One of the most baffling puzzles of astrophysics are radio bursts. They are extremely bright flashes of light with radio wavelengths – but last just milliseconds. See https://phys.org/print462533952.html … where it is revealed that scientists know very little about them. Dozens of theories have been proposed but none are set in stone, it would seem, but you would not know this without being told. What they are going to do is create a catalogue of the versions and then mark them up by the pros and cons. Other scientists are able to weigh in on the subject. The problem will be solved by international co-operation – or that is the hope.

At https://phys.org/print462705375.html … a new way to create Saturn's radiation belts has been aired in Nature Communications (November of 2018). Energetic charged particles are trapped in the magnetic field and form doughnut shaped zones near the planet (radiation belts), the equivalent of Van Allen belts around the Earth …

   … data from the Cassini mission seems to show that radial differences are not responsible for accelerating high energy particles.

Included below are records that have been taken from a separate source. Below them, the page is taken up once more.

import { NumericError, requireAbove } from "../core/errors";
import { responseHistory } from "../core/history";
import { pulseResponse } from "../core/pulse";
import { PULSE_SHAPES, pulseVelocity } from "../core/pulseShapes";
import { readRecord } from "../core/record";
import { runupPeak } from "../core/runup";
import { shockSpectrum } from "../core/srs";
import { lift, one, spill, vector, word } from "./cell";
import { responseInSheet, responseOf } from "./response";
import { fromSI, toSI, unitSystem } from "./unitSystems";

/**
 * Largest acceleration or mount deflection of an item on mounts whose base makes one shock pulse.
 * @customfunction PULSE
 * @param shape Pulse shape; word; half-sine, initial-peak sawtooth, terminal-peak sawtooth, triangle, rectangle, haversine or trapezoid.
 * @param peak Peak base acceleration; m/s2, or gn for mm and inch; any number. Number or range.
 * @param duration Duration of the pulse; s; above 0. Number or range.
 * @param naturalFrequency Undamped natural frequency; Hz; above 0. Number or range.
 * @param dampingRatio Damping over critical damping (not percent, not loss factor); fraction; 0 to 1. Number or range.
 * @param [response] What is asked; word; acceleration or deflection. Left out: acceleration.
 * @param [units] Unit system; word; si, mm or inch. Left out: si.
 * @returns Largest magnitude over all time; m/s2 or gn, deflection in m, mm or in; shape of the arguments together.
 * @example =PULSE("rectangle", 1, 1, 10, 0) gives 2
 * @example =PULSE("half-sine", 40, 0.011, 10, 0.05, "acceleration", "mm") gives 16.2070295584086
 * @failure outside-domain when duration or naturalFrequency is not above 0, or dampingRatio outside 0 to 1
 * @source Exact solution of z'' + 2 zeta wn z' + wn2 z = -u'' for pulses of IEC 60068-2-27 and handbooks
 * @leavesOut One mass, one axis, linear mount from rest; no stops, no second impact, no static sag.
 */
export function PULSE(
  shape: string,
  peak: any[][],
  duration: any[][],
  naturalFrequency: any[][],
  dampingRatio: any[][],
  response?: string,
  units?: string,
): any[][] {
  const form = word("shape", shape, PULSE_SHAPES);
  const wanted = responseOf(response);
  const system = unitSystem(units);
  return lift((A, D, fn, zeta) => responseInSheet(pulseResponse(form, A, D, fn, zeta, wanted), wanted, system), {
    peak,
    duration,
    naturalFrequency,
    dampingRatio,
  });
}

/**
 * Velocity change of a shock pulse, the area under its acceleration.
 * @customfunction PULSEVELOCITY
 * @param shape Pulse shape; word; half-sine, initial-peak sawtooth, terminal-peak sawtooth, triangle, rectangle, haversine or trapezoid.
 * @param peak Peak base acceleration; m/s2, or gn for mm and inch; any number. Number or range.
 * @param duration Duration of the pulse; s; above 0. Number or range.
 * @param [units] Unit system; word; si, mm or inch. Left out: si.
 * @returns Velocity change; m/s, mm/s or in/s; shape of peak and duration.
 * @example =PULSEVELOCITY("triangle", 100, 0.01) gives 0.5
 * @example =PULSEVELOCITY("half-sine", 40, 0.011, "mm") gives 2746.96720790296
 * @failure outside-domain when duration is not above 0
 * @source Integral of the shape; trapezoid with rise and fall of a tenth of the duration each, as IEC 60068-2-27
 * @leavesOut Nominal pulse only: a test machine's pre- and post-pulse change the total.
 */
export function PULSEVELOCITY(shape: string, peak: any[][], duration: any[][], units?: string): any[][] {
  const form = word("shape", shape, PULSE_SHAPES);
  const system = unitSystem(units);
  return lift((A, D) => fromSI(pulseVelocity(form, toSI(A, system.acceleration), D), system.velocity), {
    peak,
    duration,
  });
}

/**
 * Shock response spectrum of a recorded base acceleration: the largest response for each natural frequency.
 * @customfunction SRS
 * @param accelerations Recorded base acceleration at equal time steps; m/s2, or gn for mm and inch; two or more. Whole range.
 * @param timeStep Time between samples; s; above 0. One number.
 * @param naturalFrequency Undamped natural frequency; Hz; above 0. Number or range.
 * @param dampingRatio Damping over critical damping, 0.05 by custom; fraction; 0 or more. One number.
 * @param [response] What is asked; word; acceleration or deflection. Left out: acceleration.
 * @param [units] Unit system; word; si, mm or inch. Left out: si.
 * @returns Largest magnitude during and after the record; m/s2 or gn, deflection in m, mm or in; shape of naturalFrequency.
 * @example =SRS({0;1;0}, 0.01, {5;50}, 0.05) gives {0.29019207862339;1.41706435725476}
 * @failure outside-domain when timeStep or naturalFrequency is not above 0, or an acceleration is missing
 * @source Exact response for straight lines between samples (ramp-invariant, as D. O. Smallwood 1981, ISO 18431-4)
 * @leavesOut Item at rest at the first sample; the base's acceleration is zero after the last one; the record is not filtered.
 */
export function SRS(
  accelerations: any[][],
  timeStep: any[][],
  naturalFrequency: any[][],
  dampingRatio: any[][],
  response?: string,
  units?: string,
): any[][] {
  const wanted = responseOf(response);
  const system = unitSystem(units);
  const zeta = one("dampingRatio", dampingRatio);
  const record = readRecord(vector("accelerations", accelerations).values, one("timeStep", timeStep));
  // all sound frequencies go through the record together; a bad one keeps its error in its own place
  const sound: number[] = [];
  const places = lift(
    (fn) => {
      requireAbove("natural frequency", fn, 0);
      return sound.push(fn) - 1;
    },
    { naturalFrequency },
  );
  try {
    const spectrum = shockSpectrum(record, sound, zeta, wanted);
    return places.map((row) =>
      row.map((k) => (typeof k === "number" ? responseInSheet(spectrum[k], wanted, system) : k)),
    );
  } catch (thrown) {
    if (!(thrown instanceof NumericError)) throw thrown;
    const alone = (fn: number) => responseInSheet(shockSpectrum(record, [fn], zeta, wanted)[0], wanted, system);
    return lift(alone, { naturalFrequency });
  }
}

/**
 * Response of an item on mounts to a recorded base acceleration, at every sample.
 * @customfunction HISTORY
 * @param accelerations Recorded base acceleration at equal time steps; m/s2, or gn for mm and inch; two or more. Whole range.
 * @param timeStep Time between samples; s; above 0. One number.
 * @param naturalFrequency Undamped natural frequency; Hz; above 0. One number.
 * @param dampingRatio Damping over critical damping; fraction; 0 or more. One number.
 * @param [response] What is asked; word; acceleration or deflection. Left out: acceleration.
 * @param [units] Unit system; word; si, mm or inch. Left out: si.
 * @returns Response at each sample, deflection as item minus base; m/s2 or gn, m, mm or in; the record's own orientation.
 * @example =HISTORY({0;1;0}, 0.01, 10, 0.05) gives {0;0.0932899213191928;0.390894561364727}
 * @failure outside-domain when timeStep or naturalFrequency is not above 0
 * @source Exact response for straight lines between samples
 * @leavesOut Item at rest at the first sample; one mass, one axis, linear mount.
 */
export function HISTORY(
  accelerations: any[][],
  timeStep: any[][],
  naturalFrequency: any[][],
  dampingRatio: any[][],
  response?: string,
  units?: string,
): any[][] {
  const wanted = responseOf(response);
  const system = unitSystem(units);
  const samples = vector("accelerations", accelerations);
  const record = readRecord(samples.values, one("timeStep", timeStep));
  const fn = one("naturalFrequency", naturalFrequency);
  const motion = responseHistory(record, fn, one("dampingRatio", dampingRatio), wanted);
  return spill(
    motion.map((value) => responseInSheet(value, wanted, system)),
    samples,
  );
}

/**
 * Largest motion of an item on mounts, over its base's amplitude, while a machine runs up or down through resonance.
 * @customfunction RUNUP
 * @param naturalFrequency Undamped natural frequency; Hz; above 0. Number or range.
 * @param dampingRatio Damping over critical damping; fraction; 0 or more. Number or range.
 * @param sweepRate Change of frequency per time (the two ends give its direction); Hz/s; above 0. Number or range.
 * @param from Frequency at the start; Hz; 0 or more. One number.
 * @param to Frequency at the end; Hz; 0 or more, not from. One number.
 * @returns Largest absolute displacement over base amplitude; no unit; shape of the lifted arguments together.
 * @example =RUNUP(8, 0.05, 5, 0, 30) gives 6.70264729935826
 * @failure no-convergence when the sweep has so many cycles (some 50,000) that it is as good as steady: use PEAKTRANS
 * @source Equation of motion followed in time by Taylor steps; the problem of F. M. Lewis (1932)
 * @leavesOut Constant base amplitude, linear sweep, item at rest at the start; coast-down is slower, so check both.
 */
export function RUNUP(
  naturalFrequency: any[][],
  dampingRatio: any[][],
  sweepRate: any[][],
  from: any[][],
  to: any[][],
): any[][] {
  const start = one("from", from);
  const end = one("to", to);
  return lift((fn, zeta, rate) => runupPeak(fn, zeta, rate, start, end), {
    naturalFrequency,
    dampingRatio,
    sweepRate,
  });
}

Instead, it is proposed, another form of plasma they call a Z mode wave, is involved. Emma Woodfield of the British Antarctic Survey says this is a different way to create a radiation belt. She added, people might think that planets are just chunks of rock travelling through empty space but this is not true. Each planet interacts with particles (and plasma) in space in a complex, unique, and exquisite way. Yuri Shprits of the German Research Centre for the Geosciences, says it is critical to understand extreme radiation environments on the outer planets. The team claims that electrons accelerating by Z mode waves is a more rapid process than energising electrons via radial diffusion (as far as Saturn is concerned).